> Work item
Across the following data, state how many lines include the word "assimbench". Provide the number alone.

> Information supplied
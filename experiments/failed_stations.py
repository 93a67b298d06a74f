"""Demo study: what does it cost when half the coastal ring fails for days at a time?

Our scenario: the ring of 40 coastal stations (Lorenz-96, n=40, F=8) read
every six hours (0.05 time units), R = I, a 20-member LETKF. Three networks on
the same truths and observation draws (same seeds, so differences are paired):

  all reporting     every station, every cycle;
  half ring down    stations 0-19 all out together for --spell cycles, every
                    --period cycles (a scheduled outage: by default 3 days of
                    every 10);
  same share,       every station out at random, each on its own, in spells
  scattered         of --spell cycles on average (a two-state Markov chain),
                    with the same share of missing observations as above.

The table gives the time-mean analysis RMSE per network with 95% intervals
over replicates, the paired difference to "all reporting", and for the half
ring the RMSE inside and outside its outage blocks. A figure of the analysis
error through a few outage blocks and of the stations reporting goes to --out.

    python experiments/failed_stations.py --replicates 4 --cycles 4000 --out failed_stations
"""

import argparse
import os

import matplotlib

matplotlib.use("Agg")
import matplotlib.pyplot as plt  # noqa: E402
import numpy as np  # noqa: E402
from scipy import stats  # noqa: E402

import assimbench  # noqa: E402
from assimbench.report.figures import OKABE_ITO  # noqa: E402

FILTER = ["filter=letkf", "filter.members=20", "filter.radius=4", "filter.inflation=1.04"]
HALF = list(range(20))


def interval(values: np.ndarray) -> tuple:
    """Mean and 95% Student-t half-width over replicates."""
    half = stats.t.ppf(0.975, values.size - 1) * values.std(ddof=1) / np.sqrt(values.size)
    return float(values.mean()), float(half)


def blocks(cycles: int, period: int, spell: int, first: int) -> list:
    """The half ring's outage blocks: ``spell`` cycles out of every ``period``, from cycle ``first``."""
    return [(k, min(k + spell - 1, cycles)) for k in range(first, cycles + 1, period)]


def schedule_override(outages: list) -> str:
    stations = "[" + ",".join(map(str, HALF)) + "]"
    entries = ",".join(f"{{first_cycle:{a},last_cycle:{b},stations:{stations}}}" for a, b in outages)
    return f"observation.outage_schedule=[{entries}]"


def main() -> int:
    parser = argparse.ArgumentParser(description=__doc__.splitlines()[0])
    parser.add_argument("--replicates", type=int, default=4)
    parser.add_argument("--cycles", type=int, default=4000)
    parser.add_argument("--burn-in", type=int, default=500)
    parser.add_argument("--period", type=int, default=40, help="cycles from the start of one outage to the next")
    parser.add_argument("--spell", type=int, default=12, help="cycles each outage lasts")
    parser.add_argument("--out", default="failed_stations", help="folder for the figure")
    args = parser.parse_args()
    if args.replicates < 2 or not 0 < args.spell < args.period or args.burn_in >= args.cycles:
        parser.error("need --replicates >= 2, 0 < --spell < --period and --burn-in < --cycles")
    common = FILTER + [f"replicates={args.replicates}", f"cycles={args.cycles}", f"burn_in={args.burn_in}",
                       "diagnostics=[]", "output=null"]
    outages = blocks(args.cycles, args.period, args.spell, first=args.period // 2)
    share = 0.5 * args.spell / args.period
    networks = {
        "all reporting": [],
        "half ring down": [schedule_override(outages)],
        "same share, scattered": [f"observation.outage_probability={share}", f"observation.outage_spell={args.spell}"],
    }
    runs = {name: assimbench.run(common + extra) for name, extra in networks.items()}
    series = {name: np.asarray(run.series["rmse_analysis"]) for name, run in runs.items()}  # (replicates, cycles)
    kept = slice(args.burn_in, None)
    means = {name: s[:, kept].mean(axis=1) for name, s in series.items()}
    inside = np.zeros(args.cycles, dtype=bool)
    for a, b in outages:
        inside[a - 1:b] = True

    print(f"coastal ring, 40 stations, LETKF 20 members; half ring out {args.spell} of every {args.period} cycles "
          f"(share of missing observations {share:.0%}); {args.replicates} replicates x {args.cycles} cycles, "
          f"burn-in {args.burn_in}")
    print(f"{'network':<24}{'analysis RMSE (95%)':>22}{'minus all reporting':>24}")
    for name in networks:
        mean, half = interval(means[name])
        diff = "" if name == "all reporting" else "{:+.4f} +- {:.4f}".format(*interval(means[name] - means["all reporting"]))
        print(f"{name:<24}{mean:>13.4f} +- {half:.4f}{diff:>24}")
    down = series["half ring down"]
    during = down[:, kept][:, inside[kept]].mean(axis=1)
    between = down[:, kept][:, ~inside[kept]].mean(axis=1)
    print("half ring down: RMSE {:.4f} +- {:.4f} during its outages, {:.4f} +- {:.4f} between them".format(
        *interval(during), *interval(between)))

    os.makedirs(args.out, exist_ok=True)
    shown = slice(args.burn_in, min(args.cycles, args.burn_in + 4 * args.period))
    cycles = np.arange(1, args.cycles + 1)[shown]
    figure, (top, bottom) = plt.subplots(2, 1, figsize=(9, 6), sharex=True, height_ratios=(2, 1))
    for axis in (top, bottom):
        for a, b in outages:
            if a <= cycles[-1] and b >= cycles[0]:
                axis.axvspan(a - 0.5, b + 0.5, color="0.88", lw=0)
    colours = (OKABE_ITO["blue"], OKABE_ITO["vermillion"], OKABE_ITO["bluish green"])
    for name, colour in zip(networks, colours):
        top.plot(cycles, series[name][0, shown], color=colour, lw=1.2, label=name)
        seen = (np.asarray(runs[name].series["stations_seen"])[0, shown] if name != "all reporting"
                else np.full(cycles.size, 40.0))
        # Whole stations per cycle: steps; the full ring dashed so the half ring's 40 shows beneath it.
        bottom.plot(cycles, seen, color=colour, lw=1.2, drawstyle="steps-mid",
                    ls="--" if name == "all reporting" else "-", zorder=3 if name == "all reporting" else 2)
    top.set_ylabel("analysis RMSE")
    top.set_xlim(cycles[0] - 0.5, cycles[-1] + 0.5)
    top.set_ylim(0, None)
    figure.suptitle("Coastal ring, the first replicate: grey bands are the half ring's scheduled outages",
                    fontsize=10)
    figure.legend(*top.get_legend_handles_labels(), loc="upper center", ncol=3, fontsize=8, frameon=False,
                  bbox_to_anchor=(0.5, 0.955))
    bottom.set_ylabel("stations reporting")
    bottom.set_ylim(0, 44)
    bottom.set_xlabel("cycle (6 hours each)")
    figure.tight_layout(rect=(0, 0, 1, 0.93))
    path = os.path.join(args.out, "failed_stations.png")
    figure.savefig(path + ".tmp.png", dpi=110)
    os.replace(path + ".tmp.png", path)  # never a half-written figure under the final name
    print(f"figure: {path}")
    return 0


if __name__ == "__main__":
    raise SystemExit(main())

> Output of the exercise
3